Please quote exactly the opening lines of the data, from the first line to the one where "branches have no" appears.

──────── Records ────────

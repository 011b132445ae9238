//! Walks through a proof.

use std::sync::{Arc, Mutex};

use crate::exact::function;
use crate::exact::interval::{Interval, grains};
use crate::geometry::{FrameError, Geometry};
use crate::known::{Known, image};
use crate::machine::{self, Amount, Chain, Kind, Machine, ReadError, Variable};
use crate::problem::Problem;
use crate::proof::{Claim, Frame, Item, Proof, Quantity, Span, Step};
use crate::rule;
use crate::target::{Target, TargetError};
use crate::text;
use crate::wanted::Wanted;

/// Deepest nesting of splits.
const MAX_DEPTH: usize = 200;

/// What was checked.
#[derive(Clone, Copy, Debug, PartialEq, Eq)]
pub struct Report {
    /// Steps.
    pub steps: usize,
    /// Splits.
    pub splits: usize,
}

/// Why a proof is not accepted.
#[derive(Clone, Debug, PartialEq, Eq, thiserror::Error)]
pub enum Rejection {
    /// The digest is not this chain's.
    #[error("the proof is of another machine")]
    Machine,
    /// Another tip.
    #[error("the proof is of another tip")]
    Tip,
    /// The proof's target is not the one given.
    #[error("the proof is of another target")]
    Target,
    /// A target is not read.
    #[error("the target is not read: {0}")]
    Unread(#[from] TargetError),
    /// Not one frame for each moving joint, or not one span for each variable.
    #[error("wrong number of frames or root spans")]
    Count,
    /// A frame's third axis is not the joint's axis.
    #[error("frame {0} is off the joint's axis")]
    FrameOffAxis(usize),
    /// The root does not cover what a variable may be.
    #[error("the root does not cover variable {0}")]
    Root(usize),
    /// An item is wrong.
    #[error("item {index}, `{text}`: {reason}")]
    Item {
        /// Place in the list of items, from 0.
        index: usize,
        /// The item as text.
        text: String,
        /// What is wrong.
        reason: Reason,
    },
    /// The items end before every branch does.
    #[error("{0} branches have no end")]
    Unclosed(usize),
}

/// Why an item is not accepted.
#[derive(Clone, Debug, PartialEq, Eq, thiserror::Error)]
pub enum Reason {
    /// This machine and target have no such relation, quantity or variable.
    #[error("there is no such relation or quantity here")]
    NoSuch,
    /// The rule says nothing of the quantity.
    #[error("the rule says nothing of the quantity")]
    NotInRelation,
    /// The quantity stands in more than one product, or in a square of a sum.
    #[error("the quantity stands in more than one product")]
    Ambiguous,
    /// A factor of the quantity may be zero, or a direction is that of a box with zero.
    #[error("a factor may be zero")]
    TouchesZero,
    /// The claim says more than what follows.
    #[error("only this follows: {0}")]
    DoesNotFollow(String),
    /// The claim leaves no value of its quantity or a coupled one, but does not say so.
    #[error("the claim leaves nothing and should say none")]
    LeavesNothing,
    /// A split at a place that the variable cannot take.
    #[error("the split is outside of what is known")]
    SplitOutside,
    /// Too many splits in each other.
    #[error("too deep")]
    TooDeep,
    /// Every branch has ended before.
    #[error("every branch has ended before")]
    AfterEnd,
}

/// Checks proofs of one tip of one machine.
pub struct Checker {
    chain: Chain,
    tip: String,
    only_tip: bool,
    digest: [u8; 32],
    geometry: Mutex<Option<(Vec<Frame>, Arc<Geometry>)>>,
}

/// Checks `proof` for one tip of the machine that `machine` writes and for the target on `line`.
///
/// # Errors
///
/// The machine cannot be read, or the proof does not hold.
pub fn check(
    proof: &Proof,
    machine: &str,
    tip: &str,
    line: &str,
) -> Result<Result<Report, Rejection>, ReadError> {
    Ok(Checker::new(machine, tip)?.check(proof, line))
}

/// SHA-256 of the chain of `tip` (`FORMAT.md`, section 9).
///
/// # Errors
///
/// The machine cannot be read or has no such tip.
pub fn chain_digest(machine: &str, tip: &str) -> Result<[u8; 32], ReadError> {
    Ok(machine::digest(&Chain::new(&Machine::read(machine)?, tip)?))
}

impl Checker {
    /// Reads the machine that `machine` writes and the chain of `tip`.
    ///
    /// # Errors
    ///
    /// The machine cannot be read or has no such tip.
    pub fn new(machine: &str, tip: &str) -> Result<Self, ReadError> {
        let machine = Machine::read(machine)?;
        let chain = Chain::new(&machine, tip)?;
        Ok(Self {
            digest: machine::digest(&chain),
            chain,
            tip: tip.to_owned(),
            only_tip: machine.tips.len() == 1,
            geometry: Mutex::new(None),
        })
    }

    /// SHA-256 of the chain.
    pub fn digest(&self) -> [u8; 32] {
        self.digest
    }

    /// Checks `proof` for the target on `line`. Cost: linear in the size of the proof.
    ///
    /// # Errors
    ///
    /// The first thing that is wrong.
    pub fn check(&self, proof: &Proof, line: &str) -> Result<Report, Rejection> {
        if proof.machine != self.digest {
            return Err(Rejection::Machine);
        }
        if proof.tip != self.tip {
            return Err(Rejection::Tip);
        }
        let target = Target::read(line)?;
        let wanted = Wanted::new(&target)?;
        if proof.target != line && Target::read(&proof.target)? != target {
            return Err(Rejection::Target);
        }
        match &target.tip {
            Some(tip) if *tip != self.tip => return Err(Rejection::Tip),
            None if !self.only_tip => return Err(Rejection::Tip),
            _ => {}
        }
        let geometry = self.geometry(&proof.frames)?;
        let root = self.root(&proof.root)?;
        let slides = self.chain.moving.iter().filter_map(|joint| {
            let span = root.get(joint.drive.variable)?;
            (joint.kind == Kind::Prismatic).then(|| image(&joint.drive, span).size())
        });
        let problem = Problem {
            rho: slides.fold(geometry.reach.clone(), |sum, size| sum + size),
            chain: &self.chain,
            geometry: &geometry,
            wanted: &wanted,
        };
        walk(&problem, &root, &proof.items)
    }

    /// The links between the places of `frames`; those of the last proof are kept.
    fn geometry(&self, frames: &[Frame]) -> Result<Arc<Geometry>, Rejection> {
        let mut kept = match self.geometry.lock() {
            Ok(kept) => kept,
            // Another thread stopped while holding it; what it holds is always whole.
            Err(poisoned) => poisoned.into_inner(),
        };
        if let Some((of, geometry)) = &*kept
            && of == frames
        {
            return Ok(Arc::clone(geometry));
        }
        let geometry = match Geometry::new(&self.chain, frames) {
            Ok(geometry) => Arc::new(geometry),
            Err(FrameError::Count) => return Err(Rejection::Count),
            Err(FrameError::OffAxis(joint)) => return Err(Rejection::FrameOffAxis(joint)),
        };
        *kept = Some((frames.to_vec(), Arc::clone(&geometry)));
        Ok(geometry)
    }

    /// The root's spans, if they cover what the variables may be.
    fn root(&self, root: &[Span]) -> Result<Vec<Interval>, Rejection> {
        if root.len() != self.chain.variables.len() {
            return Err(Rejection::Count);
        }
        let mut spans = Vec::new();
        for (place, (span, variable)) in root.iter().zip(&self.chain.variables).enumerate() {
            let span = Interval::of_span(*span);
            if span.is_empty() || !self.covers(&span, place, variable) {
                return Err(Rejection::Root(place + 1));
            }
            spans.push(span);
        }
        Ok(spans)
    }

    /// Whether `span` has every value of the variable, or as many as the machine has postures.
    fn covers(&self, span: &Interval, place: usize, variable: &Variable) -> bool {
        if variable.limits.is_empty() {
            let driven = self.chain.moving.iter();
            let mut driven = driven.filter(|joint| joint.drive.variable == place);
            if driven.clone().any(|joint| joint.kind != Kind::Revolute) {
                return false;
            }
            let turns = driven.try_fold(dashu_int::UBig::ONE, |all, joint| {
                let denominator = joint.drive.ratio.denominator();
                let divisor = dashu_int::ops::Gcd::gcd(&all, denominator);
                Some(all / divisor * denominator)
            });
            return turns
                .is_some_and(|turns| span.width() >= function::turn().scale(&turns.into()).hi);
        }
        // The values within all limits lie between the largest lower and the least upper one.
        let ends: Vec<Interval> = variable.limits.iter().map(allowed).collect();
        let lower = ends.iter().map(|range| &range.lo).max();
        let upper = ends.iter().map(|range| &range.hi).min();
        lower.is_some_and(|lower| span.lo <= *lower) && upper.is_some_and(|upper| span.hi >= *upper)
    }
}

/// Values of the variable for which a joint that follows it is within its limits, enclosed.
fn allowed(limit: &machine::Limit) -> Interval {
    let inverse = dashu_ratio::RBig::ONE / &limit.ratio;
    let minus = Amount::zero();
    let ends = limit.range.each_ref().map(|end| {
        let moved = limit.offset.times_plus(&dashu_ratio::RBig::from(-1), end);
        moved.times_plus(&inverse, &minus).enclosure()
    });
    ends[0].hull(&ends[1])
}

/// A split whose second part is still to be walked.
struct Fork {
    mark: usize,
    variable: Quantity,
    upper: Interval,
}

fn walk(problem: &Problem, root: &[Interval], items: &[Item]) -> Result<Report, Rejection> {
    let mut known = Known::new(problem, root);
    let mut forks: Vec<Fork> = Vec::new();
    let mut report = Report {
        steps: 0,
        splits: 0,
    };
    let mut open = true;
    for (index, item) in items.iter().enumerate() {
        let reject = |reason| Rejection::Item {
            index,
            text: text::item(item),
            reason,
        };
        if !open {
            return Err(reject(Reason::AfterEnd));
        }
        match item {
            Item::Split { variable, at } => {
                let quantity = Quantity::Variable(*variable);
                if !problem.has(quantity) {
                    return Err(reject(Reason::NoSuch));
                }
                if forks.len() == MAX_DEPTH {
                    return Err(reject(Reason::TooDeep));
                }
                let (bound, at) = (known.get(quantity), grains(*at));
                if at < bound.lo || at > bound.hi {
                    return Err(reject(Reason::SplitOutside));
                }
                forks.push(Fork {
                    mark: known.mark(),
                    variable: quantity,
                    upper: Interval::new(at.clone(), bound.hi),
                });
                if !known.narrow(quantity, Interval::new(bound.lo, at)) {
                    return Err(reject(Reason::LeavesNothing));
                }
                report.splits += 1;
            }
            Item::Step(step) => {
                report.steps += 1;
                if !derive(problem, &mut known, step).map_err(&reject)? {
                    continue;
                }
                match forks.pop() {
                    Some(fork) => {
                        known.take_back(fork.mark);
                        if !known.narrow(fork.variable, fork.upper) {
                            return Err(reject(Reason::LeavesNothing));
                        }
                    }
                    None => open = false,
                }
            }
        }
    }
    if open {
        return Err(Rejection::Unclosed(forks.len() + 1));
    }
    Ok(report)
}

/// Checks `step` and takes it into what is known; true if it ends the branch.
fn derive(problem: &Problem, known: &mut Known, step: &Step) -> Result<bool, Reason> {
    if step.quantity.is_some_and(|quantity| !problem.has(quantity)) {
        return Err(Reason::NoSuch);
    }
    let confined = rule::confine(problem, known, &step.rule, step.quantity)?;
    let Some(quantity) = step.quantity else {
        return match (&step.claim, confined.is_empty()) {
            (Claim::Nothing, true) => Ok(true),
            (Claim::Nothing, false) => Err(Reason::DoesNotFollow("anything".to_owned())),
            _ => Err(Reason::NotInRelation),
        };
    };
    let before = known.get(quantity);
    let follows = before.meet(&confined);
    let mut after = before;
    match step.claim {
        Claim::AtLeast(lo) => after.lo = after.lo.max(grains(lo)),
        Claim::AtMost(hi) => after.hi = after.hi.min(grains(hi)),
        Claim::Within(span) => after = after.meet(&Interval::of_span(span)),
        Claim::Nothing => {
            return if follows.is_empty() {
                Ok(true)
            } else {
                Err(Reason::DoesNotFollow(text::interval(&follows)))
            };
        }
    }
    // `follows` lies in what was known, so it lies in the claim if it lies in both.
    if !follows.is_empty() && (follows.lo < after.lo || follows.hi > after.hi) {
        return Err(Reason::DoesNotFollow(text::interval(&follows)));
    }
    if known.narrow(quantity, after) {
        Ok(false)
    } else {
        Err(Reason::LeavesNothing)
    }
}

────────

• Result for this task:
repository 011b132445ae9238
//! Walks through a proof.

use std::sync::{Arc, Mutex};

use crate::exact::function;
use crate::exact::interval::{Interval, grains};
use crate::geometry::{FrameError, Geometry};
use crate::known::{Known, image};
use crate::machine::{self, Amount, Chain, Kind, Machine, ReadError, Variable};
use crate::problem::Problem;
use crate::proof::{Claim, Frame, Item, Proof, Quantity, Span, Step};
use crate::rule;
use crate::target::{Target, TargetError};
use crate::text;
use crate::wanted::Wanted;

/// Deepest nesting of splits.
const MAX_DEPTH: usize = 200;

/// What was checked.
#[derive(Clone, Copy, Debug, PartialEq, Eq)]
pub struct Report {
    /// Steps.
    pub steps: usize,
    /// Splits.
    pub splits: usize,
}

/// Why a proof is not accepted.
#[derive(Clone, Debug, PartialEq, Eq, thiserror::Error)]
pub enum Rejection {
    /// The digest is not this chain's.
    #[error("the proof is of another machine")]
    Machine,
    /// Another tip.
    #[error("the proof is of another tip")]
    Tip,
    /// The proof's target is not the one given.
    #[error("the proof is of another target")]
    Target,
    /// A target is not read.
    #[error("the target is not read: {0}")]
    Unread(#[from] TargetError),
    /// Not one frame for each moving joint, or not one span for each variable.
    #[error("wrong number of frames or root spans")]
    Count,
    /// A frame's third axis is not the joint's axis.
    #[error("frame {0} is off the joint's axis")]
    FrameOffAxis(usize),
    /// The root does not cover what a variable may be.
    #[error("the root does not cover variable {0}")]
    Root(usize),
    /// An item is wrong.
    #[error("item {index}, `{text}`: {reason}")]
    Item {
        /// Place in the list of items, from 0.
        index: usize,
        /// The item as text.
        text: String,
        /// What is wrong.
        reason: Reason,
    },
    /// The items end before every branch does.
    #[error("{0} branches have no end")]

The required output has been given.